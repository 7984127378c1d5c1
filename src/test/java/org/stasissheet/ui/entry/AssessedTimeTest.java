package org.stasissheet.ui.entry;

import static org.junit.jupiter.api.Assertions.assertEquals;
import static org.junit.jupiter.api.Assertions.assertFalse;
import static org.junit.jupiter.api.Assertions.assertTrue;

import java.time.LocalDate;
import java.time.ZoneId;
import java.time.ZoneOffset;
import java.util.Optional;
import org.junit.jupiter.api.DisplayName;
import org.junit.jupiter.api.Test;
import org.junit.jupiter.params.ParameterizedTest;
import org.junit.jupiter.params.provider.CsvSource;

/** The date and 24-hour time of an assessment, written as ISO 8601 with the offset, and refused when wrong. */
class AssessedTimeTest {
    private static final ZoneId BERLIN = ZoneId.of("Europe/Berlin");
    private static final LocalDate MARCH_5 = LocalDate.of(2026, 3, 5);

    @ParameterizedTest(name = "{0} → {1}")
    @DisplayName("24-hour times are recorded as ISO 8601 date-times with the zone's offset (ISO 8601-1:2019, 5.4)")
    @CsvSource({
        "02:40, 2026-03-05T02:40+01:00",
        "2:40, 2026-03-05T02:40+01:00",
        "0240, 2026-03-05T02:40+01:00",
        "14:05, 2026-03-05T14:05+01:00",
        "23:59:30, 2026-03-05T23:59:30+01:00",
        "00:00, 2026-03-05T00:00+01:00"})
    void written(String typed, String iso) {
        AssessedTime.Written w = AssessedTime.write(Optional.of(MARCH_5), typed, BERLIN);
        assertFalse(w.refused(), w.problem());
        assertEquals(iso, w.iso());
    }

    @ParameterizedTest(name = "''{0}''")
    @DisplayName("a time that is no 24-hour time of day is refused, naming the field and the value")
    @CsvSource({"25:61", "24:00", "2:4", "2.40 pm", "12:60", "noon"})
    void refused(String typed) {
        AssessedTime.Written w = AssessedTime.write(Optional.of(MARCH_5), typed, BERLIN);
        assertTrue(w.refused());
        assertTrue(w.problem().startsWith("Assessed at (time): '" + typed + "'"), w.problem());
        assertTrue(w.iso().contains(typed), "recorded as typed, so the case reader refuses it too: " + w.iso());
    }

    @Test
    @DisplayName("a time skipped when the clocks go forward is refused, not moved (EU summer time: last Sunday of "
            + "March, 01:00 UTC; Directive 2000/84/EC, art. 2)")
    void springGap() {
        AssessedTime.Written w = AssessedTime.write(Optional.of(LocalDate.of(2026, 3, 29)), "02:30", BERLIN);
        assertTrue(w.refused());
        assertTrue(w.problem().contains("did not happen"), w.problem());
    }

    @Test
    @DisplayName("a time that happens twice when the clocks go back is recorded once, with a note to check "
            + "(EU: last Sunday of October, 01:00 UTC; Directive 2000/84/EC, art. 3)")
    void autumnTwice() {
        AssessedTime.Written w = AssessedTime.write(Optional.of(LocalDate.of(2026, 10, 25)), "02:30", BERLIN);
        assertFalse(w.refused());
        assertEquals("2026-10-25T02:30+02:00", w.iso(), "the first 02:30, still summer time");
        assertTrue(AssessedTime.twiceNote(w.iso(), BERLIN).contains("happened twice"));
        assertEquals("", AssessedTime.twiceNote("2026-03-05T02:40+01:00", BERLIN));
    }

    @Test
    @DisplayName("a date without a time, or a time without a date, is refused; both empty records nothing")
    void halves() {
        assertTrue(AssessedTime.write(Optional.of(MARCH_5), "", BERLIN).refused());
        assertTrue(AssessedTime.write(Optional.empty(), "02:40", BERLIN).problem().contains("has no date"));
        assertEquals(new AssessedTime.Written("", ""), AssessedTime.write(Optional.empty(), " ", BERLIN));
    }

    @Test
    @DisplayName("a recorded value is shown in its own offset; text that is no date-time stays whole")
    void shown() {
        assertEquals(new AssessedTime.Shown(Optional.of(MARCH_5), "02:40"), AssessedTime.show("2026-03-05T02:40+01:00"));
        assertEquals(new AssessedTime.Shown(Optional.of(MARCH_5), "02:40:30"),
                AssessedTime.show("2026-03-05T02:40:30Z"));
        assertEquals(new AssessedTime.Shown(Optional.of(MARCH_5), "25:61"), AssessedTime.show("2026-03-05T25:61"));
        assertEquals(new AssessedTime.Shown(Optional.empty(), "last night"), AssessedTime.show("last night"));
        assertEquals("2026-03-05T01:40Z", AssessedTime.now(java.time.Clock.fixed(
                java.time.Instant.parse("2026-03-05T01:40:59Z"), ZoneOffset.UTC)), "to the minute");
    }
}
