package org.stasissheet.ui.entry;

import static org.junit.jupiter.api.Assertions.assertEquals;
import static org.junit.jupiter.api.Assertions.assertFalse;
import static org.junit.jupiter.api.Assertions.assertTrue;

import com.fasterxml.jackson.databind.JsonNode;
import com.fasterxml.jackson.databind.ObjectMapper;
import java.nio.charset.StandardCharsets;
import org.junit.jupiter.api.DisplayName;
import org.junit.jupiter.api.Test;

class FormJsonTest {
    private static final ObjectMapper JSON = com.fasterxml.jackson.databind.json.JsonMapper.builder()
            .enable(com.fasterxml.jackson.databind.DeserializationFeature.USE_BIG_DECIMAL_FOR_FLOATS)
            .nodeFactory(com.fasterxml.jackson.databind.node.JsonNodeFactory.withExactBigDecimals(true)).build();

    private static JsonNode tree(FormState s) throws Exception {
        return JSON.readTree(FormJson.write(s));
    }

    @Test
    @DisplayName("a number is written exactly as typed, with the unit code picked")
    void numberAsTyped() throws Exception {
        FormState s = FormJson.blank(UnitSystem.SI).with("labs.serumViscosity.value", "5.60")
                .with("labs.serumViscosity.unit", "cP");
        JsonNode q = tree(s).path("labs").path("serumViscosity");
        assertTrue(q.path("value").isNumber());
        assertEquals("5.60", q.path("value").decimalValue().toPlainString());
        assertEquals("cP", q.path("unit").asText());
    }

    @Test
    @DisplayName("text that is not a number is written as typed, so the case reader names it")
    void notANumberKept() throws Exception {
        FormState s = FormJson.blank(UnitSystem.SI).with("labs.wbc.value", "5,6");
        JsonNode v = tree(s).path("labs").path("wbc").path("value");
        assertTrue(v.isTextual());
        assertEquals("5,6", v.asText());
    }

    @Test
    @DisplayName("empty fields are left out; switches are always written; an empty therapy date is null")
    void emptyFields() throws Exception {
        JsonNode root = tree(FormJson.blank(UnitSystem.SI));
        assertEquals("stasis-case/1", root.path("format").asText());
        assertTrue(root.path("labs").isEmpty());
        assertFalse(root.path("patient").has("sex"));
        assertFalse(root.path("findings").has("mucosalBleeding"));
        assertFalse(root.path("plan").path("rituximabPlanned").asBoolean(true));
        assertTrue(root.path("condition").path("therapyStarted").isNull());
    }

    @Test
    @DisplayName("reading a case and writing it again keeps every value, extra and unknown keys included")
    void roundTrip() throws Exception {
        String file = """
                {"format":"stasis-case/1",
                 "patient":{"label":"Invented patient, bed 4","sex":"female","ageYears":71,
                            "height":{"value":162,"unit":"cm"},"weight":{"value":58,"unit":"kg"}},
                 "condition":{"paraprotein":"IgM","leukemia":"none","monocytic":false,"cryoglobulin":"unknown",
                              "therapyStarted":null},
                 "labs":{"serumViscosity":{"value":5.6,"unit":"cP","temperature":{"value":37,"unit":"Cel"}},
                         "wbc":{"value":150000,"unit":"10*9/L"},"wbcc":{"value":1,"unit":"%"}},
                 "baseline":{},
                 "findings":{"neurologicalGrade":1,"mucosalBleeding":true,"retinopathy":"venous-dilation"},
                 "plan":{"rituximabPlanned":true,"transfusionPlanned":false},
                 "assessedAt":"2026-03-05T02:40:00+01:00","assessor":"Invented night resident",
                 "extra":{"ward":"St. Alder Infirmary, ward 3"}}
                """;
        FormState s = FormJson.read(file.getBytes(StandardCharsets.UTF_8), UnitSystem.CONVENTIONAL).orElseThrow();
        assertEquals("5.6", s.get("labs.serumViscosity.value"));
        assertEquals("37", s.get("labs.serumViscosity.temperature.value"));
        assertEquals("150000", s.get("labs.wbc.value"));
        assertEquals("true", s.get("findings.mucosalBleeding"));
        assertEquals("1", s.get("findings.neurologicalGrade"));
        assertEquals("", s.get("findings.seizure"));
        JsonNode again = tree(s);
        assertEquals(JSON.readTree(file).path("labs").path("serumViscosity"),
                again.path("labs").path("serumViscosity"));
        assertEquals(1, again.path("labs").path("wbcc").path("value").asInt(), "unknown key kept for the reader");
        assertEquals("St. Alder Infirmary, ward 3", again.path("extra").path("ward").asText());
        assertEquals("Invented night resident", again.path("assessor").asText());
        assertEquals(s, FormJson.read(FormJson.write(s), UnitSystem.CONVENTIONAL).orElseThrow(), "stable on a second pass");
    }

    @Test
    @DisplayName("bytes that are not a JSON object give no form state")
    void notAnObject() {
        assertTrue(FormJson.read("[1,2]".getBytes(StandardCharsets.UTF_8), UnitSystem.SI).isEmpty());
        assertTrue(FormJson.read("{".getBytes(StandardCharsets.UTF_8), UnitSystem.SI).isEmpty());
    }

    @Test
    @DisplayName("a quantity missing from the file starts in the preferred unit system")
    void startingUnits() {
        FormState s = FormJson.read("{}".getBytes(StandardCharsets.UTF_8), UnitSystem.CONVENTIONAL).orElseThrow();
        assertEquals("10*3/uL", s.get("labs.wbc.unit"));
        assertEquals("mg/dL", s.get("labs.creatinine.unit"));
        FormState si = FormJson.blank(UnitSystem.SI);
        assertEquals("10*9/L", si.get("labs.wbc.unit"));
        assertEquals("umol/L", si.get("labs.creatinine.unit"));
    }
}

——————

• [Exercise]
Find the word "problem" in the listing above. Copy each line where it appears.

• [Finished task]
        assertFalse(w.refused(), w.problem());
        assertTrue(w.problem().startsWith("Assessed at (time): '" + typed + "'"), w.problem());
        assertTrue(w.problem().contains("did not happen"), w.problem());
        assertTrue(AssessedTime.write(Optional.empty(), "02:40", BERLIN).problem().contains("has no date"));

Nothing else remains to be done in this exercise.